Go through the records below and show every line with the string "belongs".
[[ TASK MATERIAL open ]]
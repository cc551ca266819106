# SPDX-License-Identifier: MIT
"""A wall as a plane with axes: distance along it, height on it, offset from it, and what lies on its face."""

from __future__ import annotations

from dataclasses import dataclass

import numpy as np
from numpy.typing import NDArray

from scanstrain.zones import Unrolled

FloatArray = NDArray[np.float64]
BoolArray = NDArray[np.bool_]

UP = np.array([0.0, 0.0, 1.0])

FACING = float(np.cos(np.radians(20.0)))
"""A patch belongs to the face if its normal is within 20 degrees of that of the plane: masonry is not smooth."""

MARGIN = 0.02
"""What lies this far beyond the ends of the face [m] still belongs to it: noise puts points there."""


@dataclass(frozen=True, slots=True)
class Wall:
    """The plane of a wall, found once on the reference epoch and used for all epochs.

    Parameters
    ----------
    origin : ndarray of shape (3,)
        Lower left corner of the face for somebody who faces it, on the plane, local coordinates [m].
    normal : ndarray of shape (3,)
        Unit normal to the free side.
    right : ndarray of shape (3,)
        Unit horizontal direction in the plane, to the right for somebody who faces it.
    up : ndarray of shape (3,)
        Unit direction in the plane, straight up it; `right x up = normal`.
    length, height : float
        Extent of the face along both [m].
    band : float
        Farthest from the plane that something on the face may lie [m].
    lean_sd : float
        Standard error of `lean` [rad], from how uneven the face is; 0 for a plane that was given. The error of the
        levelling of the scanner is not in it.
    warnings : tuple of str
        Sentences for the user.
    """

    origin: FloatArray
    normal: FloatArray
    right: FloatArray
    up: FloatArray
    length: float
    height: float
    band: float
    lean_sd: float
    warnings: tuple[str, ...] = ()

    @property
    def lean(self) -> float:
        """Angle of the plane to the vertical [rad], positive where its top leans to the free side."""
        return float(-np.arcsin(self.normal[2]))

    def unroll(self, points: FloatArray) -> Unrolled:
        """Return distance along the wall and height on it, from its lower left corner, of points (n, 3) [m]."""
        away = np.asarray(points, float) - self.origin
        return Unrolled(
            along=np.einsum("ni,i->n", away, self.right),
            across=np.einsum("ni,i->n", away, self.up),
            clock=np.full(len(away), np.nan),
        )

    def offsets(self, points: FloatArray) -> FloatArray:
        """Return distances from the plane (n,) of points (n, 3), positive on the free side [m]."""
        return np.asarray(np.einsum("ni,i->n", np.asarray(points, float) - self.origin, self.normal))

    def places(self, along: FloatArray, height: FloatArray) -> FloatArray:
        """Return local coordinates (n, 3) of places on the plane [m]."""
        return np.asarray(self.origin + np.outer(along, self.right) + np.outer(height, self.up))

    def members(self, points: FloatArray, normals: FloatArray | None = None) -> BoolArray:
        """Say which points lie on the face.

        Parameters
        ----------
        points : ndarray of shape (n, 3)
            Local coordinates [m].
        normals : ndarray of shape (n, 3), optional
            Unit normals of the surface there, signs arbitrary; where given, what faces elsewhere is left out, such as
            the foot of a return wall.

        Returns
        -------
        ndarray of shape (n,), bool
        """
        flat = self.unroll(points)
        on = np.abs(self.offsets(points)) <= self.band
        on &= (flat.along >= -MARGIN) & (flat.along <= self.length + MARGIN)
        on &= (flat.across >= -MARGIN) & (flat.across <= self.height + MARGIN)
        if normals is not None:
            on &= np.abs(np.einsum("ni,i->n", normals, self.normal)) >= FACING
        return np.asarray(on)


def axes_of(normal: FloatArray) -> tuple[FloatArray, FloatArray]:
    """Return the directions right and up (3,) of a plane with this unit normal (3,), which is not vertical."""
    up = UP - normal[2] * normal
    up /= np.linalg.norm(up)
    return np.cross(up, normal), up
[[ TASK MATERIAL closed ]]
#### YOUR RESPONSE:
"""A patch belongs to the face if its normal is within 20 degrees of that of the plane: masonry is not smooth."""
"""What lies this far beyond the ends of the face [m] still belongs to it: noise puts points there."""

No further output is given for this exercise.